Among the records below, which lines contain the string "useEffect"? Report them.

• GIVEN RECORDS:
========================================================================

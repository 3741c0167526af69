'use client';

import { useEffect, useState } from 'react';
import type { Draft } from '@/lib/model/draft';
import { keepBlocks } from './keep-blocks';
import type { Overlay, Writing, WrittenPages } from './writing';

const pause = 60;
const retry = 2_000;

/**
 * Has the draft solved and written on the server a moment after each change. One request is under way at a time; the
 * newest draft goes next, and the pages last written stay until new ones are there. `overlay` names the diagram wanted
 * over the drawing.
 */
export function useWriting(
  draft: Draft,
  overlay: Overlay,
  write: (draft: Draft, overlay: Overlay) => Promise<Writing>,
) {
  const [writing, setWriting] = useState<Writing | undefined>();
  const [pages, setPages] = useState<WrittenPages | undefined>();
  const [answered, setAnswered] = useState<{ draft: Draft; overlay: Overlay } | undefined>();
  const [busy, setBusy] = useState(false);
  const [late, setLate] = useState(false);

  useEffect(() => {
    if (busy || (answered?.draft === draft && answered.overlay === overlay)) return;
    const ask = async () => {
      setBusy(true);
      try {
        const answer = await write(draft, overlay);
        setAnswered({ draft, overlay });
        setWriting(answer);
        setLate(false);
        if (answer.state === 'written')
          setPages((last) => ({ ...answer, blocks: keepBlocks(last?.blocks ?? [], answer.blocks) }));
      } catch {
        setLate(true);
      } finally {
        setBusy(false);
      }
    };
    const timer = setTimeout(ask, late ? retry : pause);
    return () => clearTimeout(timer);
  }, [draft, overlay, answered, busy, late, write]);

  return { writing, pages, late };
}
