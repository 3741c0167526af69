'use client';

import { useRef, useState } from 'react';
import { compareDrafts } from '@/lib/model/compare-drafts';
import type { Draft } from '@/lib/model/draft';
import { listVersions, openVersion } from '../actions';
import { VersionChanges } from './version-changes';
import type { OpenedVersion, VersionLine } from './writing';

interface Props {
  sheetId: string;
  draft: Draft;
  onReturn: (draft: Draft) => void;
}

const when = new Intl.DateTimeFormat('en-GB', { dateStyle: 'medium', timeStyle: 'medium' });

/** Every version of the draft that was kept: look at one, see what differs from now, return to it. */
export function DraftVersions({ sheetId, draft, onReturn }: Props) {
  const dialog = useRef<HTMLDialogElement>(null);
  const [versions, setVersions] = useState<VersionLine[]>([]);
  const [opened, setOpened] = useState<OpenedVersion | undefined>();
  const [said, setSaid] = useState('');
  const [more, setMore] = useState(false);

  async function attempt(work: () => Promise<void>) {
    try {
      setSaid('');
      await work();
    } catch {
      setSaid('The history cannot be read now. The draft in hand is not touched.');
    }
  }
  const read = (page: number) =>
    attempt(async () => {
      const found = await listVersions(sheetId, page);
      setVersions((known) => (page === 1 ? found.versions : [...known, ...found.versions]));
      setMore(found.more);
    });
  const look = (version: number) => attempt(async () => setOpened(await openVersion(sheetId, version)));

  return (
    <>
      <button
        type="button"
        className="linkish"
        onClick={() => {
          setOpened(undefined);
          dialog.current?.showModal();
          void read(1);
        }}
      >
        History of the draft
      </button>
      <dialog ref={dialog} className="versions" aria-labelledby="versions-title">
        <header>
          <h2 id="versions-title">History of the draft</h2>
          <button type="button" className="btn" onClick={() => dialog.current?.close()}>
            Close
          </button>
        </header>
        <p role="status" className={said === '' ? undefined : 'ans e'}>
          {said}
        </p>
        <div className="versionzones">
          <ol aria-label="Versions kept">
            {versions.map((v) => (
              <li key={v.version}>
                <button
                  type="button"
                  aria-current={opened?.version === v.version ? 'true' : undefined}
                  onClick={() => look(v.version)}
                >
                  {v.version} <span className="i2">{`${when.format(new Date(v.keptAt))}, ${v.by}`}</span>
                </button>
              </li>
            ))}
            {more ? (
              <li>
                <button
                  type="button"
                  className="linkish"
                  onClick={() => read(Math.floor(versions.length / 50) + 1)}
                >
                  Earlier versions
                </button>
              </li>
            ) : null}
          </ol>
          <section aria-live="polite" aria-label="The version looked at">
            {opened ? (
              <VersionChanges
                version={opened.version}
                changes={compareDrafts(opened.draft, draft)}
                onReturn={() => {
                  onReturn(opened.draft);
                  dialog.current?.close();
                }}
              />
            ) : (
              <p className="i2">Choose a version to see what was written differently then.</p>
            )}
          </section>
        </div>
      </dialog>
    </>
  );
}
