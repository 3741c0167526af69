import type { Block } from './block';
import { plain } from './plain-text';

/** A reviewer's comment and all that was said under it, in order. */
export interface AnsweredComment {
  /** Number of the submittal it was made on, and the decision there, if one is recorded. */
  round: number;
  decision: string | null;
  number: number;
  /** "S-01 revision 0, line 2.1". */
  about: string;
  code: string;
  text: string;
  author: string;
  date: string;
  state: 'open' | 'answered' | 'accepted' | 'reopened';
  said: readonly {
    kind: 'answered' | 'accepted' | 'reopened';
    text: string;
    place: string;
    author: string;
    date: string;
  }[];
}

const states = {
  open: 'open',
  answered: 'answered',
  accepted: 'answer accepted',
  reopened: 're-opened',
} as const satisfies Record<AnsweredComment['state'], string>;

/** An itemised answer to every comment, round by round; nothing when there was no comment. */
export function composeResponses(comments: readonly AnsweredComment[]): Block[] {
  const rounds = [...new Set(comments.map((c) => c.round))];
  return rounds.flatMap((round): Block[] => {
    const own = comments.filter((c) => c.round === round);
    const decision = own[0]?.decision;
    const heading = `Answers to comments on submittal ${round}`;
    return [
      {
        kind: 'heading',
        id: `C${round}`,
        text: decision ? `${heading}, ${plain(decision)}` : heading,
      },
      ...own.flatMap(composeComment),
    ];
  });
}

function composeComment(c: AnsweredComment): Block[] {
  const id = `C${c.round}.${c.number}`;
  const code = c.code === '' ? '' : `, ${plain(c.code)}`;
  const asked = `**Comment ${c.number}**, ${c.about}${code} (${plain(c.author)}, ${c.date}; ${states[c.state]}): ${plain(c.text)}`;
  return [
    { kind: 'paragraph', id, text: asked },
    ...(c.said.length === 0
      ? [{ kind: 'paragraph' as const, id: `${id}.0`, text: 'Not answered yet.' }]
      : c.said.map((s, i) => ({
          kind: 'paragraph' as const,
          id: `${id}.${i + 1}`,
          text: `**${heads[s.kind]}** (${plain(s.author)}, ${s.date})${s.text === '' ? '' : `: ${plain(s.text)}`}${
            s.place === '' ? '' : ` Where: ${plain(s.place)}.`
          }`,
        }))),
  ];
}

const heads = {
  answered: 'Answer',
  accepted: 'Accepted',
  reopened: 'Asked again',
} as const satisfies Record<AnsweredComment['said'][number]['kind'], string>;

========================================================================

• RESPONSE:
import { useEffect, useState } from 'react';
  useEffect(() => {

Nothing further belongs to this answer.